The surge is coupled with a shortage of popular brands of basmati rice flying off supermarket shelves, according to customers. The kernel variety of basmati rice, popular among South Asian expatriates has almost vanished along with other long grain varieties that are in short supply.
Moreover, the prices of the precious grain have shot up by 40 percent and are expected to rise further in the coming weeks.
This year is witnessing a shortage of kernel basmati from Pakistan and India, which has triggered the price hike, according to sources. However, the rice shortage is being manipulated by traders looking to make a lucrative profit by spiking the prices of all varieties of including those from Thailand and Vietnam. Even Egyptian rice price has peaked in the last two weeks.

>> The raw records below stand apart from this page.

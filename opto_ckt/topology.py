"""A circuit's elements and nodes, with their places on the drawing; it never holds a value.

Values live in a flat mapping beside it: ``R1`` is the value of a resistor, capacitor or inductor,
``U1.gain_bandwidth`` a figure of a part. What a figure is called is what the part's record calls it.
"""

from __future__ import annotations

from collections.abc import Iterator, Mapping
from dataclasses import dataclass, field, replace
from math import inf
from typing import ClassVar

GROUND = "0"
OPEN = 1e15  #: resistance of an open joint in a fault [Ω]
SHORT = 1e-3  #: resistance of a short in a fault [Ω]

Point = tuple[float, float]  #: on the drawing's grid, x to the right, y upwards
RIGHT, UP, LEFT, DOWN = 0, 90, 180, 270  #: where an element faces [degrees]


@dataclass(frozen=True, kw_only=True)
class Placed:
    """What every element carries beside its nodes."""

    role: str = ""  #: what it is there for, in a word or two
    fitted: bool = True  #: False: a property of board or part, drawn in no schematic and on no bill of materials
    table: str = ""  #: table of the design file that holds its data sheet
    stock: str = ""  #: what it is chosen from: a key of the design file's [preferred]; by class where empty
    at: Point = (0, 0)
    to: Point | None = None  #: second end of a two-terminal element
    facing: int = RIGHT
    flipped: bool = False  #: mirrored across the facing axis


@dataclass(frozen=True)
class Element(Placed):
    """Base of all elements: a reference designator and named pins."""

    ref: str

    kind: ClassVar[str]  #: as printed on a bill of materials
    pins: ClassVar[tuple[str, ...]]  #: names of the fields that hold nodes, in SPICE order
    pin_places: ClassVar[Mapping[str, Point]] = {}  #: offsets from ``at`` for an element that faces right
    figures: ClassVar[tuple[str, ...]] = ()  #: figures that the small-signal model reads
    absent: ClassVar[Mapping[str, float]] = {}  #: value that stands for a figure the sheet does not give
    faults: ClassVar[Mapping[str, Mapping[str, float]]] = {}  #: case -> figure ("" is the value itself) -> override
    stocked: ClassVar[str] = ""  #: key of [preferred] that parts of this class are chosen from

    @property
    def chosen_from(self) -> str:
        """Key of the design file's [preferred] that its value is chosen from; empty for parts bought by name."""
        return self.stock or self.stocked

    @property
    def nodes(self) -> dict[str, str]:
        """Node of each pin, in pin order."""
        return {pin: getattr(self, pin) for pin in self.pins}

    def value_name(self, figure: str) -> str:
        """Name of one of its figures in the mapping of values."""
        return f"{self.ref}.{figure}" if figure else self.ref

    def pin_points(self) -> dict[str, Point]:
        """Where each pin lies on the drawing."""
        if self.to is not None:
            return dict(zip(self.pins, (self.at, self.to), strict=True))
        return {pin: self.placed(offset) for pin, offset in self.pin_places.items()}

    def placed(self, offset: Point) -> Point:
        """Where an offset from ``at``, given as the element faces right, lies on the drawing."""
        x, y = offset[0], -offset[1] if self.flipped else offset[1]
        turned = {RIGHT: (x, y), UP: (-y, x), LEFT: (-x, -y), DOWN: (y, -x)}[self.facing]
        return (self.at[0] + turned[0], self.at[1] + turned[1])


@dataclass(frozen=True)
class TwoTerminal(Element):
    """An element between two nodes."""

    a: str
    b: str
    pins: ClassVar[tuple[str, ...]] = ("a", "b")


class Resistor(TwoTerminal):
    """A resistor; its value [Ω] is named like itself."""

    kind: ClassVar[str] = "resistor"
    stocked: ClassVar[str] = "resistors"
    faults: ClassVar[Mapping[str, Mapping[str, float]]] = {"open": {"": OPEN}, "short": {"": SHORT}}


class Capacitor(TwoTerminal):
    """A capacitor; its value [F] is named like itself."""

    kind: ClassVar[str] = "capacitor"
    stocked: ClassVar[str] = "capacitors"


class Inductor(TwoTerminal):
    """An inductor; its value [H] is named like itself."""

    kind: ClassVar[str] = "inductor"
    stocked: ClassVar[str] = "inductors"
    figures: ClassVar[tuple[str, ...]] = ("resistance",)
    absent: ClassVar[Mapping[str, float]] = {"resistance": SHORT}


@dataclass(frozen=True)
class Junction(Element):
    """An element with an anode and a cathode."""

    anode: str
    cathode: str
    pins: ClassVar[tuple[str, ...]] = ("anode", "cathode")


class Diode(Junction):
    """A diode that is reverse biased in normal use."""

    kind: ClassVar[str] = "diode"
    figures: ClassVar[tuple[str, ...]] = ("capacitance",)
    absent: ClassVar[Mapping[str, float]] = {"capacitance": 1e-15}


class Photodiode(Junction):
    """A photodiode; light on it is an input of the circuit, in watts."""

    kind: ClassVar[str] = "photodiode"
    figures: ClassVar[tuple[str, ...]] = (
        "responsivity", "capacitance", "series_resistance", "shunt_resistance", "transit_frequency",
        "dark_current", "ambient_current", "signal_current",
    )  # fmt: skip
    absent: ClassVar[Mapping[str, float]] = {
        "series_resistance": SHORT,
        "shunt_resistance": 1e15,
        "transit_frequency": 1e15,
    }
    faults: ClassVar[Mapping[str, Mapping[str, float]]] = {"open": {"responsivity": 0.0}}


@dataclass(frozen=True)
class OpAmp(Element):
    """A voltage-feedback operational amplifier with two poles, output resistance, input capacitance and noise."""

    plus: str
    minus: str
    out: str
    positive: str = "positive"  #: supply pins
    negative: str = "negative"
    kind: ClassVar[str] = "op amp"
    pins: ClassVar[tuple[str, ...]] = ("plus", "minus", "out", "positive", "negative")
    pin_places: ClassVar[Mapping[str, Point]] = {
        "minus": (0, 0.5), "plus": (0, -0.5), "out": (2, 0), "positive": (1, 1), "negative": (1, -1),
    }  # fmt: skip
    figures: ClassVar[tuple[str, ...]] = (
        "gain_bandwidth", "second_pole", "open_loop_gain", "common_capacitance", "differential_capacitance",
        "output_resistance", "voltage_noise", "voltage_noise_corner", "current_noise", "current_noise_corner",
    )  # fmt: skip
    absent: ClassVar[Mapping[str, float]] = {
        "second_pole": 1e15,
        "output_resistance": SHORT,
        "voltage_noise_corner": 1e-9,
        "current_noise_corner": 1e-9,
    }

    def pin_points(self) -> dict[str, Point]:
        """Where each pin lies on the drawing; mirrored, the inputs change places and the supply pins stay."""
        points = super().pin_points()
        if self.flipped:
            points["positive"], points["negative"] = points["negative"], points["positive"]
        return points


@dataclass(frozen=True)
class Transistor(Element):
    """A transistor by its small-signal figures at the bias point; ``control`` is gate or base.

    ``table`` names its data sheet; ``polarity`` is +1 for n-channel and npn, -1 for p-channel and pnp.
    """

    drain: str  #: or collector
    control: str
    source: str  #: or emitter
    polarity: int = 1
    bipolar: bool = False  #: drawn as npn or pnp
    kind: ClassVar[str] = "transistor"
    pins: ClassVar[tuple[str, ...]] = ("drain", "control", "source")
    pin_places: ClassVar[Mapping[str, Point]] = {"control": (0, 0), "drain": (1, 1), "source": (1, -1)}
    figures: ClassVar[tuple[str, ...]] = (
        "transconductance", "input_conductance", "control_source_capacitance", "control_drain_capacitance",
        "output_conductance", "channel_noise_factor", "drain_current", "control_current",
    )  # fmt: skip


@dataclass(frozen=True)
class Switch(Element):
    """A small MOSFET that is fully off or fully on; off, only its capacitance is left."""

    drain: str
    control: str
    source: str
    polarity: int = 1
    kind: ClassVar[str] = "transistor"
    pins: ClassVar[tuple[str, ...]] = ("drain", "control", "source")
    pin_places: ClassVar[Mapping[str, Point]] = {"control": (0, 0), "drain": (1, 1), "source": (1, -1)}


class LaserDiode(Junction):
    """A laser diode by its series resistance and capacitance at the bias point."""

    kind: ClassVar[str] = "laser"
    figures: ClassVar[tuple[str, ...]] = ("series_resistance", "capacitance")
    absent: ClassVar[Mapping[str, float]] = {"capacitance": 1e-15}


@dataclass(frozen=True)
class Reference(Element):
    """A two-terminal (shunt) voltage reference; an input of the circuit, in volts."""

    cathode: str
    anode: str
    kind: ClassVar[str] = "reference"
    pins: ClassVar[tuple[str, ...]] = ("cathode", "anode")
    figures: ClassVar[tuple[str, ...]] = ("output_resistance", "noise")
    absent: ClassVar[Mapping[str, float]] = {"output_resistance": 1.0, "noise": 0.0}
    faults: ClassVar[Mapping[str, Mapping[str, float]]] = {"missing": {"voltage": 0.0}}


@dataclass(frozen=True)
class Supply(Element):
    """A supply or bias rail against ground; ideal, so ground to small signals. Its value [V] is ``value``."""

    node: str
    value: str = ""  #: name of its value, such as ``supply.positive``
    kind: ClassVar[str] = "supply"
    pins: ClassVar[tuple[str, ...]] = ("node",)


@dataclass(frozen=True)
class Terminal(Element):
    """A named point where a signal enters or leaves the board."""

    node: str
    kind: ClassVar[str] = "terminal"
    pins: ClassVar[tuple[str, ...]] = ("node",)
    pin_places: ClassVar[Mapping[str, Point]] = {"node": (0, 0)}


@dataclass(frozen=True)
class Topology:
    """Elements and nodes of a circuit, its input, output and loop, and its drawing."""

    elements: tuple[Element, ...]
    input: str  #: element that the signal enters through
    output: tuple[str, str]  #: nodes between which the answer is taken
    loop: str = ""  #: op amp at which the loop is opened
    wires: tuple[tuple[Point, Point], ...] = ()  #: straight lines of the drawing
    marks: tuple[tuple[Point, str], ...] = ()  #: points that carry a node's symbol: ground, rail or name
    slots: Mapping[str, tuple[str, str]] = field(default_factory=dict)  #: where blocks may sit: nodes before, after
    openings: Mapping[str, tuple[Point, Point]] = field(default_factory=dict)  #: gap left for each slot: origin, end
    end: Point = (0, 0)  #: of a block: where its ``out`` lies, its ``in`` being the origin

    def __iter__(self) -> Iterator[Element]:
        return iter(self.elements)

    def __getitem__(self, ref: str) -> Element:
        return next(element for element in self.elements if element.ref == ref)

    @property
    def fitted(self) -> tuple[Element, ...]:
        """Elements that an assembler fits."""
        return tuple(e for e in self.elements if e.fitted and not isinstance(e, Supply | Terminal))

    def without(self, refs: frozenset[str]) -> Topology:
        """The same circuit with some elements left unfitted and undrawn."""
        return replace(self, elements=tuple(e for e in self.elements if e.ref not in refs))

    def with_blocks(self, blocks: Mapping[str, Topology]) -> Topology:
        """Fill slots with blocks; an empty slot joins its two nodes, and a wire closes its gap in the drawing.

        A block calls its ends ``in`` and ``out`` and keeps other nodes to itself. It is drawn from the slot's origin;
        where it is wider than the gap, all that lies beyond the gap moves to the right.
        """
        names: dict[str, str] = {}
        for slot, (before, after) in self.slots.items():
            if slot not in blocks:
                names[after] = names.get(before, before)
        base = replace(
            self,
            elements=tuple(renamed(element, names) for element in self.elements),
            output=(names.get(self.output[0], self.output[0]), names.get(self.output[1], self.output[1])),
            marks=tuple((point, names.get(node, node)) for point, node in self.marks),
        )
        for slot, (before, after) in self.slots.items():
            ends = {"in": names.get(before, before), "out": names.get(after, after)}
            base = base._filled(slot, blocks.get(slot, Topology((), "", ("in", "out"))), ends)
        return replace(base, slots={}, openings={})

    def moved(self, by: Point, beyond: float = -inf) -> Topology:
        """The same circuit drawn elsewhere, or only what lies at or right of ``beyond`` moved."""

        def place(point: Point) -> Point:
            return (point[0] + by[0], point[1] + by[1]) if point[0] >= beyond else point

        return replace(
            self,
            elements=tuple(replace(e, at=place(e.at), to=None if e.to is None else place(e.to)) for e in self.elements),
            wires=tuple((place(one), place(other)) for one, other in self.wires),
            marks=tuple((place(point), node) for point, node in self.marks),
            openings={slot: (place(origin), place(end)) for slot, (origin, end) in self.openings.items()},
        )

    def _filled(self, slot: str, block: Topology, ends: Mapping[str, str]) -> Topology:
        """With one block, its ends called as in ``ends``, in the gap of a slot."""
        origin, end = self.openings.get(slot, ((0, 0), (0, 0)))
        room = max(0, origin[0] + block.end[0] - end[0])
        base = self.moved((room, 0), beyond=end[0]) if room else self
        drawn = block.moved(origin)
        reached, end = (origin[0] + block.end[0], origin[1] + block.end[1]), (end[0] + room, end[1])
        return replace(
            base,
            elements=base.elements + tuple(renamed(element, ends) for element in drawn.elements),
            wires=base.wires + drawn.wires + (((reached, end),) if reached != end else ()),
            marks=base.marks + tuple((point, ends.get(node, node)) for point, node in drawn.marks),
        )


def renamed(element: Element, names: Mapping[str, str]) -> Element:
    """The element with some of its nodes called by other names."""
    changed = {pin: names[node] for pin, node in element.nodes.items() if node in names}
    return replace(element, **changed)  # type: ignore[arg-type]  # pins are node names by construction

Sources told Arab News that many of the traders are hoarding stocks to trigger a price war during Ramadan.
Although the surge in prices ahead of and during the holy month is a common grievance, this year the shortage is posing a serious problem with India, the largest rice exporting country, having reduced its exports to the Kingdom.
A 10 kg bag of kernel basmati that was earlier priced at SR55 now costs SR80 but is scarce in the market. Several other long grain varieties are also witnessing a price hike with the sela, which was earlier sold at SR65, is now going at SR80. A 40 kg sela bag, which was SR210 a couple of weeks ago, is now SR290.
The Ministry of Commerce has been monitoring the hiked prices and penalizing the traders who violate the ministry’s regulations.
Recently, it slapped penalties of SR80 million, while a leading brand distributor had to pay SR4 million for weight fraud.
Traders blamed the supply-demand principle at the global level for the price hike, saying they have no control over it.